Эйнштейн полагал: не открытые нами пока особенности природы, механизмы тех или иных явлений не зависят от причуд и натуры конкретного наблюдателя или от того, каким путем он движется. Проблески этой мысли об объективном характере реальности являлись ему, когда он посиживал со своей трубкой и книгой в цюрихских кафе, не обращая внимание на бурление студенческой жизни вокруг, или когда он столь же невозмутимо сидел со своей трубкой и рабочим блокнотом посреди орущих младенцев и галдящих гостей в их с Милевой бернской квартирке в первые годы семейной жизни; эта мысль возникала даже на фоне той неизменной радости, с какой он взирал на всемирную славу, обрушившуюся на него после 1919 года. События словно бы проносятся мимо, стремясь увлечь нас, смутить, повергнуть в хаос: все эти разные языки, разные культуры, дети, слова… Но это лишь видимость. Если изучить то или иное явление достаточно тщательно, всегда окажется, что в нем присутствует четкость и определенность. Вот почему он так гордился (и вовсе не удивился), когда обнаружил четкость и определенность в теории относительности.
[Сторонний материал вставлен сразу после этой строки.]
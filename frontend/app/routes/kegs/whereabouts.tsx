import { createColumnHelper } from '@tanstack/react-table';
import { useMemo } from 'react';
import { Link } from 'react-router-dom';
import { kegSortFields, kegWhereabouts, kegWhereaboutsLabels, type KegView } from '../../../../shared/schemas/kegs.ts';
import { FilterField, FilterGrid, FilterSelect, ListTable, SearchInput, useListQuery } from '@/components/list-kit';
import { useServerTable } from '@/components/ui/use-server-table';
import { kegListQuery, useKegs } from '@/features/kegs/api/kegs';
import { FillGauge, Whereabouts } from '@/features/kegs/components/keg-bits';
import { cellarPaths } from '@/config/cellar-paths';
import { StateBadge } from '@/features/equipment/components/state-badge';
import { VesselStateFilter } from '@/features/equipment/components/vessel-state-filter';
import { useDocumentTitle } from '@/hooks/use-document-title';
import { formatAbv, formatDate } from '@/utils/format';

const column = createColumnHelper<KegView>();

/** The fleet: whereabouts, state, contents; sorted, filtered and paged on the server. */
const KegWhereaboutsRoute = () => {
  useDocumentTitle('Kegs');
  const { query, setQuery } = useListQuery(kegListQuery);
  const kegs = useKegs(query);

  const columns = useMemo(
    () => [
      column.accessor('code', {
        header: 'Keg',
        cell: ({ row }) => (
          <Link to={cellarPaths.keg(row.original.id)} className="font-semibold whitespace-nowrap">
            {row.original.code}
          </Link>
        ),
      }),
      column.accessor('state', { header: 'State', cell: ({ row }) => <StateBadge state={row.original.state} /> }),
      column.accessor('whereabouts', { header: 'Where', cell: ({ row }) => <Whereabouts keg={row.original} /> }),
      column.display({
        id: 'contents',
        header: 'Holds',
        cell: ({ row }) =>
          row.original.contents ? (
            <span className="flex flex-col">
              <span>{row.original.contents.batchName}</span>
              <span className="text-xs text-ink-muted">
                {row.original.contents.abv !== null ? formatAbv(row.original.contents.abv) : row.original.contents.style}
              </span>
            </span>
          ) : (
            <span className="text-ink-muted">—</span>
          ),
      }),
      column.accessor((k) => k.contents?.remainingLiters ?? null, {
        id: 'remainingLiters',
        header: 'Left',
        cell: ({ row }) => <FillGauge keg={row.original} />,
      }),
      column.accessor('dueAt', { header: 'Due back', cell: ({ getValue }) => <span className="whitespace-nowrap">{formatDate(getValue())}</span> }),
      column.display({
        id: 'carbonation',
        header: 'Carbonated by',
        cell: ({ row }) => <span className="whitespace-nowrap text-xs">{row.original.carbonation ? formatDate(row.original.carbonation.readyAt) : '—'}</span>,
      }),
    ],
    [],
  );
  const table = useServerTable({ data: kegs.data, columns, query, onQueryChange: setQuery, sortFields: kegSortFields, getRowId: (k) => k.id });
  return (
    <div className="flex flex-col gap-3">
      <FilterGrid>
        <FilterSelect
          label="Where"
          value={query.whereabouts}
          onChange={(whereabouts) => setQuery({ whereabouts })}
          options={kegWhereabouts}
          labels={kegWhereaboutsLabels}
          anyLabel="Anywhere"
        />
        <VesselStateFilter value={query.state} onChange={(state) => setQuery({ state })} anyLabel="Any state" />
        <FilterField label="Find">
          <SearchInput value={query.q} onSearch={(q, options) => setQuery({ q }, options)} placeholder="Keg code or batch" />
        </FilterField>
      </FilterGrid>
      <ListTable
        table={table}
        caption="Kegs and where they are"
        list={kegs}
        query={query}
        onQueryChange={setQuery}
        empty="No keg matches."
        noun={['keg', 'kegs']}
      />
    </div>
  );
};

export default KegWhereaboutsRoute;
А вот квантовая механика в его картину мира никак не вписывалась.
Тут можно вспомнить подходящий исторический прецедент. Одним из кумиров Эйнштейна был Спиноза, выдающийся голландский философ еврейского происхождения, живший 300 лет назад. Эйнштейн черпал глубокое утешение в том, что Спиноза тоже «испытывал убежденность в причинно-следственной взаимозависимости всех явлений – во времена, когда успехи науки, сопровождавшие попытку достичь такого знания, еще оставались довольно скромными». Проживи Спиноза подольше, он бы увидел, как наша технологическая цивилизация находит причинно-следственные связи, которые он три века назад угадывал в природе и при помощи которых мы теперь возводим огромные города, конструируем поезда и самолеты.
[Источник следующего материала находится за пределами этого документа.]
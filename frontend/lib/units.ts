import {
  barToKpa,
  celsiusToFahrenheit,
  fahrenheitToCelsius,
  feetToMetres,
  inchesToMillimetres,
  kilogramsToPounds,
  kpaToBar,
  kpaToPsi,
  litersToUsGallons,
  metresToFeet,
  millimetresToInches,
  poundsToKilograms,
  psiToKpa,
  usGallonsToLiters,
} from '../../shared/brewing/index.ts';
import type { UnitSystem } from '../../shared/schemas/user.ts';

/**
 * Display units. The API always speaks litres, °C and kPa gauge; a person's preference
 * (`metric`: L, °C, bar · `us`: gal, °F, psi) only changes what is shown and typed.
 */
export type { UnitSystem };

/**
 * Every conversion goes through `shared/brewing`, which refuses what no quantity can be (a negative
 * volume, a temperature below absolute zero, NaN) by throwing. Volumes, lengths and masses scale
 * linearly, so a sign (a drop, a difference) is carried across; what is refused comes back as NaN,
 * which the forms' schemas turn into a message.
 */
const signed = (convert: (magnitude: number) => number) => (value: number) =>
  Number.isFinite(value) ? Math.sign(value) * convert(Math.abs(value)) : Number.NaN;
const refusedAsNaN = (convert: (value: number) => number) => (value: number) => {
  try {
    return convert(value);
  } catch (error) {
    if (error instanceof RangeError) return Number.NaN;
    throw error;
  }
};

type Convert = (value: number) => number;
const same: Convert = (value) => value;

/** The quantities the client converts between the API's units and the person's. */
export type Quantity = 'volume' | 'temperature' | 'pressure' | 'length' | 'smallLength' | 'mass';

/** Per quantity and unit system: API value → shown, and shown → API value. */
const conversions: Record<Quantity, Record<UnitSystem, readonly [toDisplay: Convert, fromDisplay: Convert]>> = {
  volume: { metric: [same, same], us: [signed(litersToUsGallons), signed(usGallonsToLiters)] },
  temperature: { metric: [same, same], us: [refusedAsNaN(celsiusToFahrenheit), refusedAsNaN(fahrenheitToCelsius)] },
  pressure: { metric: [refusedAsNaN(kpaToBar), refusedAsNaN(barToKpa)], us: [refusedAsNaN(kpaToPsi), refusedAsNaN(psiToKpa)] },
  /** Metres ↔ m or ft (line lengths, rises). */
  length: { metric: [same, same], us: [refusedAsNaN(metresToFeet), refusedAsNaN(feetToMetres)] },
  /** Millimetres ↔ mm or in (a line's inside diameter). */
  smallLength: { metric: [same, same], us: [signed(millimetresToInches), signed(inchesToMillimetres)] },
  /** Kilograms ↔ kg or lb (a CO2 cylinder's size). */
  mass: { metric: [same, same], us: [signed(kilogramsToPounds), signed(poundsToKilograms)] },
};

const direction = (way: 0 | 1) =>
  Object.fromEntries(
    Object.entries(conversions).map(([quantity, bySystem]) => [quantity, (value: number, units: UnitSystem) => bySystem[units][way](value)]),
  ) as Record<Quantity, (value: number, units: UnitSystem) => number>;

/** API value → the number shown in the person's units. */
export const toDisplay = direction(0);

/** A number typed in the person's units → the API value (L, °C, kPa gauge). */
export const fromDisplay = direction(1);

export const unitLabels = {
  metric: { volume: 'L', temperature: '°C', pressure: 'bar', length: 'm', smallLength: 'mm', mass: 'kg' },
  us: { volume: 'gal', temperature: '°F', pressure: 'psi', length: 'ft', smallLength: 'in', mass: 'lb' },
} as const satisfies Record<UnitSystem, Record<Quantity, string>>;

const numberFormats = new Map<string, Intl.NumberFormat>();
function formatNumber(value: number, digits: number): string {
  const key = String(digits);
  let format = numberFormats.get(key);
  if (!format) {
    format = new Intl.NumberFormat(undefined, { minimumFractionDigits: digits, maximumFractionDigits: digits });
    numberFormats.set(key, format);
  }
  return format.format(value);
}

type Amount = number | null | undefined;
const missing = '—';
const isNumber = (value: Amount): value is number => typeof value === 'number' && Number.isFinite(value);

export interface FormatOptions {
  /** Decimal places; each quantity has a sensible default per unit system. */
  digits?: number;
}

export function formatVolume(litres: Amount, units: UnitSystem, options: FormatOptions = {}): string {
  if (!isNumber(litres)) return missing;
  const digits = options.digits ?? (units === 'us' ? 2 : 1);
  return `${formatNumber(toDisplay.volume(litres, units), digits)} ${unitLabels[units].volume}`;
}

export function formatTemperature(celsius: Amount, units: UnitSystem, options: FormatOptions = {}): string {
  if (!isNumber(celsius)) return missing;
  return `${formatNumber(toDisplay.temperature(celsius, units), options.digits ?? 1)} ${unitLabels[units].temperature}`;
}

/** Gauge pressure in bar (metric) or psi (US). */
export function formatPressure(kPa: Amount, units: UnitSystem, options: FormatOptions = {}): string {
  if (!isNumber(kPa)) return missing;
  const digits = options.digits ?? (units === 'us' ? 1 : 2);
  return `${formatNumber(toDisplay.pressure(kPa, units), digits)} ${unitLabels[units].pressure}`;
}

/** Gauge pressure in kPa, for people who set regulators in kPa whatever their preference. */
export function formatKPa(kPa: Amount, options: FormatOptions = {}): string {
  if (!isNumber(kPa)) return missing;
  return `${formatNumber(kPa, options.digits ?? 0)} kPa`;
}

/** The format helpers bound to one person's preference. */
export function unitFormatter(units: UnitSystem) {
  return {
    units,
    labels: unitLabels[units],
    volume: (litres: Amount, options?: FormatOptions) => formatVolume(litres, units, options),
    temperature: (celsius: Amount, options?: FormatOptions) => formatTemperature(celsius, units, options),
    pressure: (kPa: Amount, options?: FormatOptions) => formatPressure(kPa, units, options),
  };
}
export type UnitFormatter = ReturnType<typeof unitFormatter>;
Но Эйнштейн испытывал такую приверженность идее причинности не только поэтому: имелись у него и более глубинные основания. Эйнштейн не верил в традиционные религиозные постулаты: он не верил, что Божественная сила ниспослала скрижали Моисею, взошедшему на гору Синай; не верил в воскрешение мудрого галилейского рабби. Однако это не значит, что он вообще не отличался религиозностью. Он полагал, что быть атеистом нелепо, и благоговел перед разумом, явленным в законах природы. «Это чувство – руководящий принцип в жизни и работе ученого, пока мы можем воздерживаться от оков эгоистичных желаний», – писал он.
Итак, в основе интеллектуальной и духовной жизни Эйнштейна лежала вера в то, что реальность должна быть ясной, точной, постижимой, и мысль о том, что Вселенная в основе своей непознаваема, ему глубоко претила.
Вспомним сравнение с переодевающимися актерами. Гейзенберг, по сути, был убежден: за кулисами происходит нечто туманно-размытое, такова уж природа процесса. С точки зрения Эйнштейна, такой взгляд ошибочен. Ведь каждый отдельный участник представления должен переменить костюм. Возможно, нам трудно это разглядеть, всматриваясь в закоулки плохо освещенных гри-мерок, но актеры появляются в новом облачении, а значит, за кулисами происходит именно переодевание. Эйнштейн чувствовал: с движущимися в атоме электронами дело обстоит точно так же.